The Knight of Pages Read online

Page 2


  “Pick me up,” Nash completed.

  “Yes.”

  “What if, instead of you choosing a book, the book chooses you?” Nash asked.

  “Intriguing.”

  “Do you remember any of the titles?” Nash asked.

  “Just Rebecca. I recognized the edition. I remember being surprised because I had recently read an article about Daphne du Maurier. I read Rebecca when I was going through my gothic phase in my teens. I remember standing there and thinking that I didn’t have the maturity originally to understand the book when I read it.”

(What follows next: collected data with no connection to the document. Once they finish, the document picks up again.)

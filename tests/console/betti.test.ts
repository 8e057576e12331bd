import { describe, expect, it } from "vitest";
import { bettiGrid, mergeBettiEntries } from "@/app/_console/render/betti";

describe("bettiGrid", () => {
  it("lays out the twisted cubic: rows 0 and 1, totals 1, 3, 2", () => {
    // The twisted cubic's ideal of 2×2 minors of a 2×3 matrix is resolved by the
    // Eagon–Northcott complex 0 ← S ← S(−2)^3 ← S(−3)^2 ← 0 (Eagon and Northcott 1962;
    // Hilbert–Burch; Eagon–Northcott 1962).
    const g = bettiGrid(
      [
        [0, 0, 1],
        [1, 2, 3],
        [2, 3, 2],
      ],
      true,
    );
    expect(g.columns).toEqual([0, 1, 2]);
    expect(g.rows.map((r) => r.shift)).toEqual([0, 1]);
    expect(g.rows[0].cells).toEqual([1, null, null]);
    expect(g.rows[1].cells).toEqual([null, 3, 2]);
    expect(g.totals).toEqual([1, 3, 2]);
    expect(g.truncated).toBe(false);
  });

  it("puts a complete intersection of two quadrics in rows 0, 1, 2", () => {
    // Koszul complex of a regular sequence of two quadrics: S ← S(−2)^2 ← S(−4)
    // (Eisenbud, Commutative Algebra, 1995, §17.2): β_{2,4} sits in row 4 − 2 = 2.
    const g = bettiGrid(
      [
        [0, 0, 1],
        [1, 2, 2],
        [2, 4, 1],
      ],
      true,
    );
    expect(g.rows.map((r) => r.shift)).toEqual([0, 1, 2]);
    expect(g.rows[1].cells).toEqual([null, 2, null]);
    expect(g.rows[2].cells).toEqual([null, null, 1]);
    expect(g.totals).toEqual([1, 2, 1]);
  });

  it("keeps an empty row between occupied ones and marks truncation", () => {
    const g = bettiGrid(
      [
        [0, 0, 1],
        [1, 3, 1],
      ],
      false,
    );
    expect(g.rows.map((r) => r.shift)).toEqual([0, 1, 2]);
    expect(g.rows[1].cells).toEqual([null, null]);
    expect(g.truncated).toBe(true);
  });

  it("returns an empty grid for no entries", () => {
    expect(bettiGrid([], true)).toEqual({ columns: [], rows: [], totals: [], truncated: false });
  });
});

describe("mergeBettiEntries", () => {
  it("merges streamed columns in order and lets a later value win", () => {
    expect(
      mergeBettiEntries([
        [[0, 0, 1]],
        [[1, 2, 3]],
        [
          [1, 2, 3],
          [2, 3, 2],
        ],
      ]),
    ).toEqual([
      [0, 0, 1],
      [1, 2, 3],
      [2, 3, 2],
    ]);
  });
});
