/// Parses a whole program; never throws. Every statement is parsed on its own, so an
/// error in one does not hide errors in the next.
export function parse(source: string): ParseResult {
  const loc = makeLocator(source);
  const raw = lexRaw(source);
  const laid = layout(source, raw);
  const errors: { d: Diagnostic; stmt: number }[] = [];
  const span = (from: number, to: number): A.Span => ({ from: loc.at(from), to: loc.at(to) });

  for (const b of raw.bad) {
    const ch = source.slice(b.offset, b.offset + b.length);
    errors.push({
      d: { kind: "parse", message: `unexpected character \`${ch}\``, span: span(b.offset, b.offset + b.length) },
      stmt: -1,
    });
  }
  for (const e of laid.errors) errors.push({ d: { kind: "parse", message: e.message, span: span(e.from, e.to) }, stmt: -1 });

  const statements: A.Statement[] = [];
  const broken = new Set<number>();
  const p = parser();
  laid.statements.forEach((tokens, index) => {
    const first = tokens[0];
    const last = tokens[tokens.length - 1];
    const stmtEnd = last.startOffset + last.image.length;
    for (const t of tokens) {
      if (t.tokenType === Tok.UnterminatedStr) {
        errors.push({
          d: {
            kind: "parse",
            message: 'unterminated string: expected a closing `"` on the same line',
            span: span(t.startOffset, t.startOffset + t.image.length),
          },
          stmt: index,
        });
        broken.add(index);
      }
    }
    const clean = tokens.filter((t) => t.tokenType !== Tok.UnterminatedStr);
    if (nestingDepth(clean) > MAX_NESTING) {
      const s = span(first.startOffset, stmtEnd);
      errors.push({
        d: { kind: "parse", message: `brackets are nested more than ${MAX_NESTING} levels deep in this statement`, span: s },
        stmt: index,
      });
      broken.add(index);
      statements.push({ kind: "ExprStatement", expr: { kind: "ErrorExpr", span: s }, span: s });
      return;
    }
    if (clean.length === 0) {
      const s = span(first.startOffset, stmtEnd);
      statements.push({ kind: "ExprStatement", expr: { kind: "ErrorExpr", span: s }, span: s });
      return;
    }
    p.load(loc, clean);
    let stmt: A.Statement;
    let failed = false;
    try {
      stmt = p.statement();
    } catch {
      // Only a call stack exhausted by a pathological chain (e.g. thousands of `^`) gets here.
      failed = true;
      stmt = {
        kind: "ExprStatement",
        expr: { kind: "ErrorExpr", span: span(first.startOffset, stmtEnd) },
        span: span(first.startOffset, stmtEnd),
      };
      errors.push({
        d: { kind: "parse", message: "this statement is nested too deeply to read — split it into several definitions", span: stmt.span },
        stmt: index,
      });
      broken.add(index);
    }
    // After an unreadable character the parser's complaints are only its echo.
    const hasBadChar = failed || raw.bad.some((b) => b.offset >= first.startOffset && b.offset < stmtEnd);
    for (const err of p.errors) {
      if (!hasBadChar) errors.push({ d: recognitionError(err, clean, loc, stmtEnd), stmt: index });
      broken.add(index);
    }
    for (const x of p.extra) {
      errors.push({ d: { kind: "parse", message: x.message, span: x.span }, stmt: index });
      broken.add(index);
    }
    statements.push(
      stmt ?? {
        kind: "ExprStatement",
        expr: { kind: "ErrorExpr", span: span(first.startOffset, first.startOffset) },
        span: span(first.startOffset, first.startOffset),
      },
    );
  });
  for (const e of errors) if (e.stmt === -1) markBroken(e.d, statements, broken);

  const sorted = errors.map((e) => e.d).sort((a, b) => a.span.from.offset - b.span.from.offset);
  const program: A.Program = { kind: "Program", statements, span: span(0, source.length) };
  return { program, errors: dedupe(sorted), broken };
}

  “But you didn’t take it home?”

  “No.”

  “If it was during the gloaming, the book would have found its way into your backpack, whether it was you putting it there or me.”

  “So you’re saying the book would have taken control of me?”

  “Or me. If you opened it and began to read, maybe I would have experienced seeing Manderley again too.”

  “I think I’ll call bullshit on this story.”

  Nash sat there a moment, trying to decide if the risk that Clara would reject his friendship if he continued, was worth the telling of his story. But the stubborn set of her chin pushed away the fear, and he began, “Early in my bookshop days, I had an elderly woman make her way slowly past me. She used a cane, and I could tell that she hurt. I mean, every joint in her eighty-year-old body hurt. I cleared my voice and asked her if I could help her. She asked where the real books were. I wasn’t going to get into a debate with this octogenarian that all books are real. I pretty much took for granted that she wanted a hardcover book. I told her that they were upstairs and offered to fetch whatever she was looking for, for her.”

  “That was before your grumpy days.”

  “Be nice,” Nash warned Clara.

  She lifted her hand. “I’m sorry, please continue.”

  “She said the journey up the stairs would be worth it, so I let her go. Admittedly, I shadowed her first with my gaze and then with my body. I was not going to let the woman fall to her death on my stairs. Once she was upstairs, I came back down and took care of a few stacks of best sellers. I listened to her footfalls. The slow steady clump of the cane, then step, step. Clump, step, step, and then nothing. Since I didn’t hear her fall, I assumed she was reading. Suddenly, there was a flurry of light steps, which alarmed me. I ran to the stairs in time to see this dignified woman slide down the banister with her cane and a book tucked under her arm. I caught her before she flew off the end.”

  “And…” Clara prompted, not knowing where his narrative was going.

  “She handed me the book and waltz-stepped her way to the counter.”

  “What was the book?”

  “Mary Poppins. She had come in to buy something to read to her great-granddaughter who was recovering in the hospital. I remember she said something about not seeing it the first time she walked by. But she felt it call to her. She kept up the zany energy until she left the building. That was when the cane was no longer a prop but became a necessity.”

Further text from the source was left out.